Can you give a nontrivial example of a real sequence which satisfies this equation? By "trivial" I mean sequences such as $-1,1,0,0,0\dots$ which result in the series and infinite product both being zero.

Answer 1

Rewrite: $$a_1+\sum_{n=2}^\infty a_n=(a_1+1)\prod_{n=2}^\infty (a_n+1)$$ Just set $$a_1=\frac{\prod_{n=2}^\infty (a_n+1)-\sum_{n=2}^\infty a_n}{1-\prod_{n=2}^\infty (a_n+1)}$$

This means you have an immensely infinite number of solutions.
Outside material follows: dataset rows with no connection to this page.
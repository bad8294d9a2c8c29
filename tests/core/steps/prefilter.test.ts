/** Pre-filters of step detection: the running median against a plain sort (definition of the median). */
import { describe, expect, it } from 'vitest';
import { fillGaps, runningMedian } from '../../../src/core/steps/prefilter';
import { seededUniform } from './synthetic-logs';

/** Reference: the median by sorting the (shrunk) centred window — the definition. */
function referenceMedian(v: Float64Array, width: number): Float64Array {
  const half = (width - 1) / 2;
  return v.map((_, i) => {
    const w = Array.from(v.subarray(Math.max(0, i - half), Math.min(v.length, i + half + 1))).sort((a, b) => a - b);
    const m = w.length;
    return m % 2 ? w[(m - 1) / 2]! : (w[m / 2 - 1]! + w[m / 2]!) / 2;
  });
}

describe('runningMedian', () => {
  it('runningMedian(width 5) equals the sorted-window median on every permutation of 5 values, with ties', () => {
    const perms = (xs: number[]): number[][] => (xs.length <= 1 ? [xs] : xs.flatMap((x, i) => perms([...xs.slice(0, i), ...xs.slice(i + 1)]).map((p) => [x, ...p])));
    for (const set of [[1, 2, 3, 4, 5], [1, 1, 2, 2, 3], [7, 7, 7, 1, 9], [0, -1, -1, 5, 5]]) {
      for (const p of perms(set)) {
        const v = Float64Array.from(p);
        expect(Array.from(runningMedian(v, 5))).toEqual(Array.from(referenceMedian(v, 5)));
      }
    }
  });

  it('runningMedian(random data, widths 3, 5, 7) equals the sorted-window median', () => {
    const u = seededUniform(5);
    const v = Float64Array.from({ length: 500 }, () => Math.round(u() * 20));
    for (const w of [3, 5, 7]) expect(Array.from(runningMedian(v, w))).toEqual(Array.from(referenceMedian(v, w)));
  });

  it('runningMedian(width 5) removes a two-sample spike and keeps a step edge in place', () => {
    const v = Float64Array.from([0, 0, 0, 0, 9, 9, 0, 0, 0, 0, 5, 5, 5, 5, 5]);
    expect(Array.from(runningMedian(v, 5))).toEqual([0, 0, 0, 0, 0, 0, 0, 0, 0, 0, 5, 5, 5, 5, 5]);
  });
});

describe('fillGaps', () => {
  it('fillGaps(values with NaN) carries the last finite value forward, the first one backward', () => {
    expect(Array.from(fillGaps([Number.NaN, 2, Number.NaN, 4, Number.NaN])!)).toEqual([2, 2, 2, 4, 4]);
    expect(fillGaps([Number.NaN, Number.NaN])).toBeNull();
  });
});
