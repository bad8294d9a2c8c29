import { describe, expect, it } from 'vitest';
import { readFileSync } from 'node:fs';
import { runCli } from '../../src/cli/main';
import { VERSION } from '../../src/cli/version';
import { captureIo } from '../helpers/cli-io';

// Exit code 2 for a usage error is the project's convention (team brief); the version comes from package.json.
describe('runCli', () => {
  it('runCli(--version) prints the package.json version', async () => {
    const io = captureIo();
    expect(await runCli(['--version'], io)).toBe(0);
    const pkg = JSON.parse(readFileSync('package.json', 'utf8')) as { version: string };
    expect(io.out.join('')).toBe(`${pkg.version}\n`);
    expect(VERSION).toBe(pkg.version);
  });

  it('runCli(unknown command) exits 2 without a stack trace', async () => {
    const io = captureIo();
    expect(await runCli(['frobnicate'], io)).toBe(2);
    expect(io.err.join('')).toMatch(/unknown command 'frobnicate'/);
    expect(io.err.join('')).not.toMatch(/at .*\.ts:\d+/);
  });
});
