/**
 * Setup and channel choice. The pairing of drive and response per setup is physics.md §4.2 (a pump
 * imposes Q, the pressure responds; the outlet flow follows with the same τ) and §4.3 (a pressure
 * source; the flow and the node pressure respond with τ = C·R1·R2/(R1+R2)).
 */
import { describe, expect, it } from 'vitest';
import { chooseSetup, driveChannel, responseChannel } from '../../../src/core/steps/choose-channel';
import type { Quantity, Recording } from '../../../src/core/recording/types';

function recordingWith(...quantities: Quantity[]): Recording {
  return {
    timeS: new Float64Array(0),
    startEpochMs: null,
    channels: quantities.map((quantity, i) => ({
      name: `${quantity}_${i}`,
      quantity,
      originalHeader: quantity,
      originalUnit: '',
      values: new Float64Array(0),
      sourceIndex: 0,
    })),
    metadata: {},
    sources: ['x'],
    warnings: [],
  };
}

describe('chooseSetup', () => {
  it('chooseSetup(log) follows the setpoint channel, a liquid head, or the only measured quantity', () => {
    expect(chooseSetup(recordingWith('flow_setpoint', 'pressure'))).toMatchObject({ setup: 'flow-driven', assumed: false });
    expect(chooseSetup(recordingWith('pressure_setpoint', 'flow'))).toMatchObject({ setup: 'pressure-driven', assumed: false });
    expect(chooseSetup(recordingWith('hydrostatic_head', 'flow'))).toMatchObject({ setup: 'pressure-driven', assumed: false });
    expect(chooseSetup(recordingWith('pressure'))).toMatchObject({ setup: 'flow-driven', assumed: true });
    expect(chooseSetup(recordingWith('flow'))).toMatchObject({ setup: 'pressure-driven', assumed: true });
    expect(chooseSetup(recordingWith('pressure', 'flow'))).toMatchObject({ setup: 'pressure-driven', assumed: true });
    expect(chooseSetup(recordingWith('pressure'), 'pressure-driven')).toEqual({ setup: 'pressure-driven', reason: 'given', assumed: false });
  });
});

describe('responseChannel / driveChannel', () => {
  it('responseChannel(flow-driven) is the pressure; driveChannel is the flow setpoint, else the measured flow', () => {
    const r = recordingWith('flow_setpoint', 'flow', 'pressure');
    expect(responseChannel(r, 'flow-driven')?.name).toBe('pressure_2');
    expect(driveChannel(r, 'flow-driven', responseChannel(r, 'flow-driven'))?.name).toBe('flow_setpoint_0');
    const noSetpoint = recordingWith('flow', 'pressure');
    expect(driveChannel(noSetpoint, 'flow-driven', responseChannel(noSetpoint, 'flow-driven'))?.name).toBe('flow_0');
  });

  it('responseChannel(setpoint but no response quantity) falls back to the measured drive quantity (§4.2 outlet flow)', () => {
    const pump = recordingWith('flow_setpoint', 'flow');
    expect(responseChannel(pump, 'flow-driven')?.name).toBe('flow_1');
    const controller = recordingWith('pressure_setpoint', 'pressure');
    expect(responseChannel(controller, 'pressure-driven')?.name).toBe('pressure_1');
    // Without a setpoint nothing says the measured drive is a response.
    expect(responseChannel(recordingWith('flow'), 'flow-driven')).toBeUndefined();
  });

  it('driveChannel(pressure-driven, liquid head) takes the head as the pressure drive', () => {
    const r = recordingWith('hydrostatic_head', 'flow');
    expect(driveChannel(r, 'pressure-driven', responseChannel(r, 'pressure-driven'))?.name).toBe('hydrostatic_head_0');
  });
});
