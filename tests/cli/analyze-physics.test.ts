/**
 * `lagbench analyze` with the physics options (--upstream-resistance, --chip) in process, on a
 * pressure-driven log with an outlet flow sensor written here from the closed form of physics.md §4.3:
 * Q₂(t) = Δp/(R1 + R2)·(1 − e^(−t/τ)), τ = C·R1·R2/(R1 + R2) = 0.6667 s for the §4.3 check circuit.
 * Units: 1 mbar = 100 Pa, 1 µL/min = 1.666667e-11 m³/s, 1 mbar/(µL/min) = 6e12 Pa·s/m³ (physics.md §5).
 */
import { afterAll, beforeAll, describe, expect, it } from 'vitest';
import { mkdtempSync, rmSync, writeFileSync } from 'node:fs';
import { tmpdir } from 'node:os';
import { join } from 'node:path';
import { runCli } from '../../src/cli/main';
import type { AnalysisWithPhysicsJson } from '../../src/core/analyze/physics';
import { createRng } from '../../src/core/stats';
import { captureIo } from '../helpers/cli-io';

const [R1, R2, C] = [1e13, 2e13, 1e-13];
const TAU = (C * R1 * R2) / (R1 + R2);
let dir = '';

beforeAll(() => {
  dir = mkdtempSync(join(tmpdir(), 'lagbench-physics-'));
  const rng = createRng(21);
  const times = [0, 8, 16, 24];
  const levelsMbar = [0, 30, 60, 20];
  const lines = ['# invented demo data: pressure-driven bench, outlet flow sensor', 'Time [s],Pressure setpoint [mbar],Flow [uL/min]'];
  for (let i = 0; i < 32 * 50; i++) {
    const t = i / 50;
    let level = 0;
    let q = 0;
    for (let k = 0; k < times.length; k++) {
      if (t >= times[k]!) {
        level = levelsMbar[k]!;
        if (k > 0) q += (((levelsMbar[k]! - levelsMbar[k - 1]!) * 100) / (R1 + R2)) * (1 - Math.exp(-(t - times[k]!) / TAU));
      }
    }
    const qUlMin = q * 6e10 + 0.01 * rng.normal();
    lines.push(`${t.toFixed(2)},${level},${qUlMin.toFixed(5)}`);
  }
  writeFileSync(join(dir, 'outlet.csv'), `${lines.join('\n')}\n`);
});

afterAll(() => rmSync(dir, { recursive: true, force: true }));

describe('lagbench analyze physics options', () => {
  it('analyze --upstream-resistance "1.6667 mbar/(uL/min)" gives C with a CI containing the true 1e-13 m³/Pa', async () => {
    const io = captureIo(dir);
    // R1 = 1e13 Pa·s/m³ = 1.6667 mbar/(µL/min) (1 mbar/(µL/min) = 6e12, physics.md §5)
    const rc = await runCli(['analyze', 'outlet.csv', '--terms', '1', '--json', '--upstream-resistance', '1.66667 mbar/(uL/min)'], io);
    expect(rc).toBe(0);
    const a = JSON.parse(io.stdoutText()) as AnalysisWithPhysicsJson;
    expect(a.steps).toHaveLength(3);
    let covered = 0;
    for (const s of a.steps) {
      expect(s.physics.flow_sensor).toBe('outlet');
      if (s.compliance_ci95[0]! < C && C < s.compliance_ci95[1]!) covered++;
      expect(s.resistance_ci95[0]!).toBeLessThan(1.02 * (R1 + R2));
      expect(s.resistance_ci95[1]!).toBeGreaterThan(0.98 * (R1 + R2));
    }
    expect(covered).toBeGreaterThanOrEqual(2);
  });

  it('analyze without R_up reports no C for an outlet sensor, with the lower bound and a warning', async () => {
    const io = captureIo(dir);
    expect(await runCli(['analyze', 'outlet.csv', '--terms', '1', '--json'], io)).toBe(0);
    const a = JSON.parse(io.stdoutText()) as AnalysisWithPhysicsJson;
    for (const s of a.steps) {
      expect(s.compliance_m3_per_Pa).toBeNull();
      // bound 4τ/R_total ≤ C (docs/setups.md §2)
      expect(s.physics.compliance_lower_bound_m3_per_Pa as number).toBeLessThanOrEqual(C * 1.05);
      expect(s.warnings.some((w) => w.code === 'upstream-resistance-unknown')).toBe(true);
    }
  });

  it('analyze --upstream-resistance with an unknown unit exits 2 and names the accepted units', async () => {
    const io = captureIo(dir);
    expect(await runCli(['analyze', 'outlet.csv', '--upstream-resistance', '2 bar'], io)).toBe(2);
    expect(io.stderrText()).toMatch(/mbar\/\(uL\/min\)/);
  });

  it('analyze human output shows the circuit section before the safety caution', async () => {
    const io = captureIo(dir);
    expect(await runCli(['analyze', 'outlet.csv', '--terms', '1', '--upstream-resistance', '1e13'], io)).toBe(0);
    const text = io.stdoutText();
    const circuit = text.indexOf('Circuit (R = resistance');
    expect(circuit).toBeGreaterThan(0);
    expect(text.indexOf('Caution:')).toBeGreaterThan(circuit);
    expect(text).toMatch(/mbar\/\(µL\/min\)/);
  });

  it('analyze --chip adds the nominal prediction and a trapped-air verdict', async () => {
    const io = captureIo(dir);
    const chip = join(process.cwd(), 'sample-logs', 'chips', 'pdms-mixer.json');
    expect(await runCli(['analyze', 'outlet.csv', '--terms', '1', '--json', '--chip', chip], io)).toBe(0);
    const a = JSON.parse(io.stdoutText()) as AnalysisWithPhysicsJson;
    expect(a.nominal).not.toBeNull();
    expect((a.nominal as { setup: string }).setup).toBe('pressure-driven');
    expect(a.trapped_air).not.toBeNull();
    expect(['pressure-fingerprint', 'excess-compliance']).toContain(a.trapped_air!.method);
    // R_up now comes from the chip description, so C is reported
    expect(a.steps[0]!.physics.upstream_resistance_source).toMatch(/chip description/);
    expect(a.steps[0]!.compliance_m3_per_Pa).not.toBeNull();
  });
});
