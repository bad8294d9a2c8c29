/**
 * `lagbench analyze --chip … --laplace` on the simulated bubble log of the demo lot (invented data):
 * the air volume from excess compliance then solves the small-bubble formula of physics.md §3.3–3.4 [D]
 * C = V/(p − p_v + 4σ/(3r)), r = (3V/(4π))^(1/3), and without --laplace V = C·(p − p_v) (§3.4).
 * Both are checked here from the reported excess compliance, node pressure, σ and p_v.
 */
import { describe, expect, it } from 'vitest';
import { runCli } from '../../src/cli/main';
import type { AnalysisWithPhysicsJson } from '../../src/core/analyze/physics';
import { captureIo } from '../helpers/cli-io';

const LOG = 'sample-logs/simulated/mixer-b04-bubble.csv';
const CHIP = 'sample-logs/simulated/mixer-b04-bubble.chip.json';

async function analyze(extra: string[]): Promise<AnalysisWithPhysicsJson> {
  const io = captureIo();
  expect(await runCli(['analyze', LOG, '--chip', CHIP, '--json', ...extra], io), io.stderrText()).toBe(0);
  return JSON.parse(io.stdoutText()) as AnalysisWithPhysicsJson;
}

describe('lagbench analyze --laplace', () => {
  it('analyze --laplace gives air volumes solving C = V/(p − p_v + 4σ/(3r)); without it V = C·(p − p_v)', async () => {
    const [plain, lap] = [await analyze([]), await analyze(['--laplace'])];
    const fluid = (lap.nominal as { fluid: { surface_tension_N_per_m: number; vapour_pressure_Pa: number } }).fluid;
    const sigma = fluid.surface_tension_N_per_m;
    const pv = fluid.vapour_pressure_Pa;
    // Water near room temperature: σ ≈ 0.072 N/m (physics.md §3.3 table uses 0.072).
    expect(sigma).toBeGreaterThan(0.06);
    expect(sigma).toBeLessThan(0.08);
    let checked = 0;
    for (const [i, s] of lap.steps.entries()) {
      const dc = s.physics.excess_compliance_m3_per_Pa as number | null;
      const v = s.physics.air_volume_m3_at_working_pressure as number | null;
      if (dc === null || v === null || !(dc > 0)) continue;
      const p = s.pressure_abs_Pa!;
      const r = Math.cbrt((3 * v) / (4 * Math.PI));
      expect(s.physics.air_volume_laplace).toBe(true);
      expect(Math.abs(dc * (p - pv + (4 * sigma) / (3 * r)) - v) / v).toBeLessThan(1e-9);
      const vPlain = plain.steps[i]!.physics.air_volume_m3_at_working_pressure as number;
      expect(plain.steps[i]!.physics.air_volume_laplace).toBe(false);
      expect(Math.abs(dc * (p - pv) - vPlain) / vPlain).toBeLessThan(1e-9);
      // A µL bubble: the Laplace term is ~0.1 % of p (physics.md §3.3 table: 0.07 % at 10 µL), and it stiffens.
      expect(v / vPlain).toBeGreaterThan(1);
      expect(v / vPlain).toBeLessThan(1.005);
      checked++;
    }
    expect(checked).toBeGreaterThanOrEqual(3);
  });

  it('analyze --laplace without --chip warns that it needs the chip description', async () => {
    const io = captureIo();
    expect(await runCli(['analyze', LOG, '--laplace', '--json'], io)).toBe(0);
    const a = JSON.parse(io.stdoutText()) as AnalysisWithPhysicsJson;
    expect(a.warnings.map((w) => w.code)).toContain('laplace-needs-chip');
  });
});
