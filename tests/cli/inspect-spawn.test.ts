// The installed entry point: `node bin/lagbench.mjs inspect …` after building the bundle, as a user runs it.
import { spawnSync } from 'node:child_process';
import { beforeAll, describe, expect, it } from 'vitest';

describe('bin/lagbench.mjs inspect (spawned)', () => {
  beforeAll(() => {
    const build = spawnSync(process.execPath, ['scripts/build.mjs'], { encoding: 'utf8' });
    expect(build.status, build.stderr).toBe(0);
  });

  it('node bin/lagbench.mjs inspect sample-logs/pressure-controller.csv exits 0 and prints the columns', () => {
    const r = spawnSync(process.execPath, ['bin/lagbench.mjs', 'inspect', 'sample-logs/pressure-controller.csv'], { encoding: 'utf8', env: { ...process.env, TZ: 'UTC' } });
    expect(r.status, r.stderr).toBe(0);
    expect(r.stdout).toContain('pressure → pressure_Pa');
  });

  it('node bin/lagbench.mjs inspect <missing> exits 2 with one line and no stack trace', () => {
    const r = spawnSync(process.execPath, ['bin/lagbench.mjs', 'inspect', 'missing.csv'], { encoding: 'utf8' });
    expect(r.status).toBe(2);
    expect(r.stderr.trim().split('\n')).toHaveLength(1);
    expect(r.stderr).toContain('missing.csv: The file does not exist');
  });
});
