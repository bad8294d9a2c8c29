/**
 * parseStepList / stepsFromProgram: our own step-list format. Unit factors checked against
 * physics.md §5 (1 µL/min = 1.666667e-11 m³/s, 1 mbar = 100 Pa, exact).
 */
import { describe, expect, it } from 'vitest';
import { parseStepList } from '../../../src/core/steps/step-list';
import { rampsFromProgram, stepsFromProgram } from '../../../src/core/steps/program';
import { inputErrorOf } from '../../helpers/error-of';

const errorOf = inputErrorOf;

describe('parseStepList', () => {
  it('parseStepList(flow_setpoint[uL/min]) converts to m³/s and skips comments and blank lines', () => {
    const list = parseStepList('# pump programme, chip M-07\n\ntime_s,flow_setpoint[uL/min]\n0,0\n60,10\n120.5,2.5\n', 'prog.csv');
    expect(list.quantity).toBe('flow_setpoint');
    expect(list.entries.map((e) => e.timeS)).toEqual([0, 60, 120.5]);
    // physics.md §5 gives 1 µL/min = 1.666667e-11 m³/s to 7 digits.
    expect(list.entries[1]!.value / 1.666667e-11).toBeCloseTo(10, 5);
    expect(list.entries[2]!.value / 1.666667e-11).toBeCloseTo(2.5, 5);
  });

  it('parseStepList(time[min], value[mbar]) takes the quantity from the unit and scales time', () => {
    const list = parseStepList('time[min];value[mbar]\r\n0;0\r\n1.5;250\r\n', 'p.csv');
    expect(list.quantity).toBe('pressure_setpoint');
    expect(list.entries).toEqual([
      { timeS: 0, value: 0 },
      { timeS: 90, value: 25_000 },
    ]);
  });

  it('parseStepList(bare value) keeps SI values and leaves the quantity to the setup', () => {
    expect(parseStepList('time_s,value\n0,1e-10\n5,2e-10\n', 'x.csv')).toEqual({
      quantity: null,
      entries: [
        { timeS: 0, value: 1e-10 },
        { timeS: 5, value: 2e-10 },
      ],
    });
  });

  it('parseStepList(ramp_s column) marks ramp rows; an empty cell is a step', () => {
    const list = parseStepList('time_s,flow[uL/min],ramp_s\n0,2\n15,5,\n75,10,3\n', 'p.csv');
    expect(list.quantity).toBe('flow_setpoint');
    expect(list.entries.map((e) => e.rampS ?? 0)).toEqual([0, 0, 3]);
    const e = errorOf(() => parseStepList('time_s,value,ramp_s\n0,0\n5,1,-2\n', 'r.csv'));
    expect(e.code).toBe('step-list-bad-ramp');
    expect(e.location).toEqual({ file: 'r.csv', line: 3, column: 5 });
    expect(errorOf(() => parseStepList('time_s,value,speed\n0,0\n5,1\n', 'r.csv')).code).toBe('step-list-bad-ramp-header');
  });

  it('parseStepList(bad number) throws a located InputError with line and column', () => {
    const e = errorOf(() => parseStepList('time_s,flow_setpoint[uL/min]\n0,0\n60,ten\n', 'prog.csv'));
    expect(e.code).toBe('step-list-bad-value');
    expect(e.location).toEqual({ file: 'prog.csv', line: 3, column: 4 });
    expect(e.message).toMatch(/^prog\.csv:3:4: 'ten' is not a number\./);
  });

  it('parseStepList(times not increasing) throws at the offending line', () => {
    const e = errorOf(() => parseStepList('time_s,value\n0,0\n60,1\n60,2\n', 'prog.csv'));
    expect(e.code).toBe('step-list-time-order');
    expect(e.location.line).toBe(4);
  });

  it('parseStepList(unknown unit, wrong kind, bad header, missing rows) throws InputErrors', () => {
    expect(errorOf(() => parseStepList('time_s,flow_setpoint[furlong/fortnight]\n0,0\n1,1\n', 'a')).code).toBe('step-list-unknown-unit');
    expect(errorOf(() => parseStepList('time_s,flow_setpoint[mbar]\n0,0\n1,1\n', 'a')).code).toBe('step-list-unit-mismatch');
    expect(errorOf(() => parseStepList('when,flow_setpoint\n0,0\n1,1\n', 'a')).code).toBe('step-list-bad-time-header');
    expect(errorOf(() => parseStepList('time_s,temperature[K]\n0,0\n', 'a')).code).toBe('step-list-bad-value-header');
    expect(errorOf(() => parseStepList('time_s,value\n0,0\n', 'a')).code).toBe('step-list-too-short');
    expect(errorOf(() => parseStepList('# nothing\n', 'a')).code).toBe('step-list-empty');
    expect(errorOf(() => parseStepList('time_s,value\n0,0,7\n', 'a')).code).toBe('step-list-column-count');
  });
});

describe('stepsFromProgram', () => {
  it('stepsFromProgram(ramp rows) makes no step of a ramp, which ends the previous window; rampsFromProgram lists it', () => {
    const entries = [
      { timeS: 0, value: 2 },
      { timeS: 15, value: 5 },
      { timeS: 75, value: 10, rampS: 3 },
      { timeS: 105, value: 2 },
    ];
    const steps = stepsFromProgram(entries, 'flow_setpoint', 200);
    expect(steps.map((s) => [s.onsetS, s.windowEndS, s.drive.before, s.drive.after])).toEqual([
      [15, 75, 2, 5],
      [105, 200, 10, 2],
    ]);
    expect(rampsFromProgram(entries, 200)).toEqual([{ startS: 75, endS: 78, before: 5, after: 10 }]);
  });

  it('stepsFromProgram(entries) makes a step per change, windows to the next change or the end', () => {
    const steps = stepsFromProgram(
      [
        { timeS: 0, value: 0 },
        { timeS: 60, value: 10 },
        { timeS: 90, value: 10 }, // unchanged: not a step
        { timeS: 120, value: 4 },
        { timeS: 500, value: 8 }, // after the end of the log: left out
      ],
      'flow_setpoint',
      300,
    );
    expect(steps).toEqual([
      { index: 0, onsetS: 60, drive: { channel: null, quantity: 'flow_setpoint', before: 0, after: 10 }, direction: 'up', windowEndS: 120, origin: 'user' },
      { index: 1, onsetS: 120, drive: { channel: null, quantity: 'flow_setpoint', before: 10, after: 4 }, direction: 'down', windowEndS: 300, origin: 'user' },
    ]);
  });
});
Almost any sequence for which the product exists is ok, if you just prefix it with a first term that satisfies the above condition.

The sequence $\{a_1,1,0,0,0,\ldots\}$ is just one example, but any other is just fine.

Answer 2

Let $$f(x) = \prod_{n=1}^\infty \left(1+\frac{x(-1)^n}{n^2}\right) - \sum_{n=1}^\infty \frac{x(-1)^n}{n^2}$$

then $f$ is continious with $f(0) = 1$ and $f(-3) < - 1$. By the intermediate value theorem there exist a $x\in(-3,0)$ s.t. $f(x) =0$. Numerically we find $x\approx −2.02467$.